The Sales Leaderboard — Vivint Solar's sales force was door-to-door, and the leaderboard made performance a live scoreboard.
- A.Reps ranked "baseball-card" style -- each card showed active deals, installs, kW installed, and installs scheduled, ranked across the org.
- B.Drillable like everything else -- the same facet model applied, so a regional or district manager could filter the board down to their own people.
- C.Part of the IPO story -- showing not just totals but the depth and consistency of the sales engine was exactly the kind of thing the company put in front of investors.
Save and Share Reports — The win I am proudest of, and the one that shows how I think. The new (non-technical) CTO loved Mercury but wanted to save a pivot and send it to someone. At first that meant a developer hand-building each custom report and redeploying -- and deploys were painful back then (no CI/CD; some days we shipped three times just for this).
- A.The insight -- a pivot is not a screenshot, it is a JSON object. Every click was just building an Elasticsearch query in JSON. So "save this report" did not need a new deploy; it needed to persist that JSON. I put it to our VP of Engineering: "Couldn't we just save this on a MongoDB database?" His reply was, "I can't believe I didn't think of that."
- B.The build -- we added a Save button: name the report, write its query JSON to MongoDB, done. No redeploy, no developer in the loop. The thing that used to require a deploy now took a click.
- C.Share by link -- copy a saved report's link from a dropdown and email it; an authorized recipient opens Mercury straight to that report. The route carries no query parameters, so the platform resolves the saved query server-side instead of exposing it in the URL. Dallin, my lead developer, built that resolution layer.
- D.Why it is the story -- I am not a computer-science graduate; I trained as a building architect. The value I add is seeing the structure under a problem -- here, that "save this report" was really "persist this JSON" -- and that reframing turned a redeploy-every-time chore into a one-click feature.
Identity and Access Control — Every view in Mercury is scoped to the person looking at it. Getting that right was the difference between a sales tool and a data leak.
- A.Session-based auth -- login ran on Express and Passport.js (company email and password), with the authenticated session -- not the URL -- deciding what a user could see.
- B.Lessons learned from our parent company -- a backend developer who came over from Vivint Inc told us about how an internal user could reach records they were not entitled to by manipulating an identifier in the URL. We made sure ours was secure: identity is derived server-side from the session, and sensitive identifiers never ride in the URL.
- C.Scoped impersonation for support -- a deliberate, authorization-gated support tool let an admin view a specific rep's data (pick the rep from a dropdown, under your own login) to debug "my Hawaii sales are not showing up" issues for reps working across several states. It is a support feature run under the admin's own identity, not a way to become another user.

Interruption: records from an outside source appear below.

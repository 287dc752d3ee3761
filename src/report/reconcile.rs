//! The report of `copyloop reconcile`.

use super::num;
use super::plot::{AxisSpec, Chart, Datum, Interval, Marker, Series};
use super::table::Table;
use crate::network::Network;
use crate::reconcile::{Cause, CauseKind, Flux, Judgement, MotifReport, Reconciliation, Verdict};
use serde_json::Value;

/// The JSON document of `reconcile` (the result's own serialisation).
pub fn json(r: &Reconciliation) -> Value {
    serde_json::to_value(r).unwrap_or(Value::Null)
}

fn flux(f: &Flux) -> String {
    format!(
        "{} ± {}",
        num(f.mean_per_s),
        num((f.ci95[1] - f.ci95[0]) / 2.0)
    )
}

/// `agrees (+1.2 %)`, with a `*` when the difference is statistically significant.
fn judged(j: &Judgement) -> String {
    let d = if j.relative_difference.is_finite() {
        format!(
            " ({}{} %)",
            if j.relative_difference >= 0.0 {
                "+"
            } else {
                ""
            },
            num(100.0 * j.relative_difference)
        )
    } else {
        String::new()
    };
    let star = if j.significant { "*" } else { "" };
    format!("{}{d}{star}", j.verdict.as_str())
}

/// A cause in words, with its expected size.
fn cause_text(c: &Cause, m: &MotifReport) -> String {
    let e = 100.0 * c.expected_relative_error;
    let size = format!("{}{} %", if e >= 0.0 { "+" } else { "" }, num(e));
    match c.cause {
        CauseKind::LigandDepletion => format!(
            "ligand depletion: the Langmuir form counts all ligand as free, valid when \
             X_T/(L_T + K) ≪ 1 (Segel & Slemrod 1989); here it is {}, and the total-QSSA form, \
             which accounts for bound ligand, differs from it by {size}",
            num(m.qssa_parameter)
        ),
        CauseKind::LowCopyNumber => format!(
            "low copy number: fluctuations of the free ligand ({} molecules on average) shift \
             the mean of the saturating flux by about {size} (second-order estimate)",
            num(m.ligand_free)
        ),
        CauseKind::NotStationary => format!(
            "not stationary: the two halves of the window differ by {size} \
             ({} standard errors); lengthen --burn-in or --t-end",
            num(m.halves_z.abs())
        ),
        CauseKind::TooFewReplicates => format!(
            "too few replicates: the interval half-width is {size} of the mean, more than \
             --precision asked"
        ),
    }
}

/// The readable report.
pub fn table(net: &Network, r: &Reconciliation) -> String {
    let mut out = format!("{}: {} replicates\n", net.file, r.replicates);
    for line in super::noise::plan_lines(&r.plan) {
        out.push_str(&format!("  {line}\n"));
    }
    out.push('\n');
    if !r.motifs.is_empty() {
        out.push_str(&format!(
            "carrier motifs: output flux (molecules/s), ensemble mean ± 95 % half-width; each \
             prediction agrees when the 95 % interval of its relative difference lies within \
             ±{} % (* marks a statistically significant difference)\n",
            num(100.0 * r.tolerance)
        ));
        let mut t = Table::new(&[
            "motif",
            "kind",
            "K (molec.)",
            "L_T (molec.)",
            "capacity",
            "ensemble",
            "Langmuir",
            "verdict",
            "tQSSA",
            "verdict",
            "ODE",
            "verdict",
            "exact",
        ]);
        for m in &r.motifs {
            let v = &m.verdicts;
            t.row(vec![
                format!("{}·{} → {}", m.carrier, m.ligand, m.output),
                m.kind.as_str().into(),
                num(m.k_half),
                num(m.ligand_level),
                num(m.capacity_per_s),
                flux(&m.ensemble),
                num(m.predicted.langmuir_per_s),
                judged(&v.langmuir),
                m.predicted.tqssa_per_s.map_or("(clamped)".into(), num),
                v.tqssa.as_ref().map_or("-".into(), judged),
                num(m.predicted.ode_per_s),
                judged(&v.ode),
                m.exact.as_ref().map_or("-".into(), |e| num(e.mean_per_s)),
            ]);
        }
        out.push_str(&t.render());
        match (&r.exact_note, r.exact_states) {
            (Some(n), _) => out.push_str(&format!("  exact column unavailable: {n}\n")),
            (None, Some(states)) => out.push_str(&format!(
                "  exact: stationary master equation on {states} states (finite state projection, boundary probability {})\n",
                num(r.exact_truncation_error.unwrap_or(0.0))
            )),
            _ => {}
        }
        for m in &r.motifs {
            let v = &m.verdicts;
            let named = [
                ("Langmuir", Some(&v.langmuir)),
                ("tQSSA", v.tqssa.as_ref()),
                ("ODE", Some(&v.ode)),
            ];
            for (what, j) in named {
                let Some(j) = j else { continue };
                if let (Verdict::Undecided, Some(n)) = (j.verdict, j.replicates_to_decide) {
                    out.push_str(&format!(
                        "  {}·{} {what}: undecided; about {n} replicates would decide it\n",
                        m.carrier, m.ligand
                    ));
                }
                for c in &j.causes {
                    out.push_str(&format!(
                        "  {}·{} {what}: {}\n",
                        m.carrier,
                        m.ligand,
                        cause_text(c, m)
                    ));
                }
            }
        }
        out.push('\n');
    } else {
        out.push_str("no carrier motif found: only observations are reconciled\n\n");
    }
    if !r.chains.is_empty() {
        out.push_str("motifs in series, end to end (last stage's flux, molecules/s)\n");
        let mut t = Table::new(&[
            "stages", "ensemble", "ODE", "verdict", "Langmuir", "verdict",
        ]);
        for c in &r.chains {
            t.row(vec![
                c.stages.join(" → "),
                flux(&c.ensemble),
                num(c.ode_per_s),
                judged(&c.verdicts.ode),
                num(c.langmuir_per_s),
                judged(&c.verdicts.langmuir),
            ]);
        }
        out.push_str(&t.render());
        out.push('\n');
    }
    if !r.outputs.is_empty() {
        out.push_str("species that only accumulate (molecules/s)\n");
        let mut t = Table::new(&["species", "deterministic", "ensemble"]);
        for o in &r.outputs {
            let ens = match (o.ensemble_rate_per_s, o.ensemble_rate_ci95) {
                (Some(m), Some(ci)) => format!("{} ± {}", num(m), num((ci[1] - ci[0]) / 2.0)),
                _ => "-".into(),
            };
            t.row(vec![o.name.clone(), num(o.rate_per_s), ens]);
        }
        out.push_str(&t.render());
        out.push('\n');
    }
    // Each species in its own compartment, in the unit the file declared it with.
    let with_volume = |i: usize| net.species_molar_omega(i).is_some();
    let shown = |i: usize, count: f64| match net.species_molar_omega(i) {
        Some(w) => super::units::species_unit(net, i).of(count / w),
        None => count,
    };
    let unit_of = |i: usize| {
        if with_volume(i) {
            super::units::species_unit(net, i).name
        } else {
            "molecules".to_string()
        }
    };
    if !r.observations.is_empty() {
        out.push_str("observed steady levels\n");
        let mut t = Table::new(&[
            "species",
            "unit",
            "observed",
            "deterministic",
            "ensemble",
            "z",
            "verdict",
        ]);
        for o in &r.observations {
            let i = o.observation.species;
            t.row(vec![
                o.name.clone(),
                unit_of(i),
                format!("{} ± {}", num(shown(i, o.observed)), num(shown(i, o.sd))),
                num(shown(i, o.deterministic)),
                format!(
                    "{} ± {}",
                    num(shown(i, o.ensemble.mean)),
                    num(shown(i, o.ensemble.half_width()))
                ),
                num(o.z),
                o.verdict.as_str().into(),
            ]);
        }
        out.push_str(&t.render());
        for o in &r.observations {
            let mut s = o.sensitivities.clone();
            s.sort_by(|a, b| {
                b.1.abs()
                    .partial_cmp(&a.1.abs())
                    .unwrap_or(std::cmp::Ordering::Equal)
            });
            out.push_str(&format!(
                "\n  which constant matters for {}: d ln(level)/d ln(param)\n",
                o.name
            ));
            let mut t = Table::new(&["param", "sensitivity"]);
            for (p, v) in s {
                t.row(vec![p, num(v)]);
            }
            out.push_str(&t.render());
        }
        out.push('\n');
    }
    if let Some(f) = &r.fit {
        match (f.value, &f.why) {
            (Some(v), _) => {
                let value = |x: f64| super::units::param_value(net, &f.param, x);
                let ci = f.ci95.map_or(
                    " (no 95 % interval: give the observation an SD, NAME=VALUE±SD)".to_string(),
                    |c| format!(", 95 % interval [{}, {}]", value(c[0]), value(c[1])),
                );
                out.push_str(&format!(
                    "fit: {} = {}{ci} (the file has {}) makes the deterministic level match\n",
                    f.param,
                    value(v),
                    value(f.original)
                ));
                if let Some(c) = &f.confirmation {
                    // The fit is to the first observation.
                    let i = r.observations.first().map_or(0, |o| o.observation.species);
                    out.push_str(&format!(
                        "  ensemble at the fitted value: {} ± {} {}, z = {}, {}\n",
                        num(shown(i, c.ensemble.mean)),
                        num(shown(i, c.ensemble.half_width())),
                        unit_of(i),
                        num(c.z),
                        c.verdict.as_str()
                    ));
                }
            }
            (None, Some(why)) => out.push_str(&format!("fit: {why}\n")),
            (None, None) => {}
        }
        out.push('\n');
    }
    out
}

/// Motif fluxes, one category per motif: the ensemble's mean with its 95 % interval as an
/// error bar, and the Langmuir, total-QSSA and ODE predictions as distinct markers beside it
/// (offset so that none hides another). The flux axis is logarithmic when the motifs' fluxes
/// span more than a factor of 30.
pub fn svg(net: &Network, r: &Reconciliation) -> String {
    let at = |k: usize, y: f64| Datum::new(k as f64, y);
    let ensemble: Vec<Datum> = r
        .motifs
        .iter()
        .enumerate()
        .map(|(k, m)| {
            at(k, m.ensemble.mean_per_s).with_interval(m.ensemble.ci95[0], m.ensemble.ci95[1])
        })
        .collect();
    let predicted = |f: &dyn Fn(&MotifReport) -> Option<f64>| -> Vec<Datum> {
        r.motifs
            .iter()
            .enumerate()
            .filter_map(|(k, m)| f(m).map(|y| at(k, y)))
            .collect()
    };
    let series = vec![
        Series {
            marker: Some(Marker::Circle),
            interval: Interval::Bars,
            offset: -0.24,
            ..Series::new("ensemble mean (95 % CI)", ensemble)
        },
        Series {
            marker: Some(Marker::Square),
            offset: -0.08,
            ..Series::new(
                "Langmuir form",
                predicted(&|m| Some(m.predicted.langmuir_per_s)),
            )
        },
        Series {
            marker: Some(Marker::Diamond),
            offset: 0.08,
            ..Series::new("total QSSA", predicted(&|m| m.predicted.tqssa_per_s))
        },
        Series {
            marker: Some(Marker::Triangle),
            offset: 0.24,
            ..Series::new(
                "ODE steady state",
                predicted(&|m| Some(m.predicted.ode_per_s)),
            )
        },
    ];
    let values: Vec<f64> = series
        .iter()
        .flat_map(|s| s.points.iter().map(|p| p.y))
        .filter(|y| y.is_finite())
        .collect();
    let (lo, hi) = values
        .iter()
        .fold((f64::INFINITY, f64::NEG_INFINITY), |(a, b), &y| {
            (a.min(y), b.max(y))
        });
    let log = lo > 0.0 && hi / lo > 30.0;
    let mut notes = Vec::new();
    if r.motifs.iter().any(|m| m.predicted.tqssa_per_s.is_none()) {
        notes.push(
            "no total-QSSA marker where the ligand is clamped (it equals the Langmuir form)".into(),
        );
    }
    if r.motifs.is_empty() {
        notes.push("no carrier motif found".into());
    }
    Chart {
        title: format!("{}: motif output fluxes", net.file),
        x: AxisSpec {
            label: "carrier motif (carrier·ligand → output step)".into(),
            log: false,
            from_zero: false,
        },
        y: AxisSpec {
            label: format!(
                "output flux (molecules/s{})",
                if log { ", log scale" } else { "" }
            ),
            log,
            from_zero: false,
        },
        categories: r
            .motifs
            .iter()
            .map(|m| format!("{}·{} → {}", m.carrier, m.ligand, m.output))
            .collect(),
        series,
        notes,
    }
    .render()
}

What this project shows — Mercury is the project where I learned that my edge is not the credential. I did not come up through a computer-science program -- I trained as a building architect -- and what I bring is the ability to see the structure under a problem and act on it. A partner at my first architecture firm once wrote that I "consider the broad ramifications of a project even while working on the smallest detail," and that is exactly the move that turned "save this report" into "persist this JSON," and an hour-long static report into a live, shareable analytics platform that helped take a company public. I led a small team of junior developers, taught myself Node in a weekend to do it, and owned the surface that executives, auditors, and investors actually touched.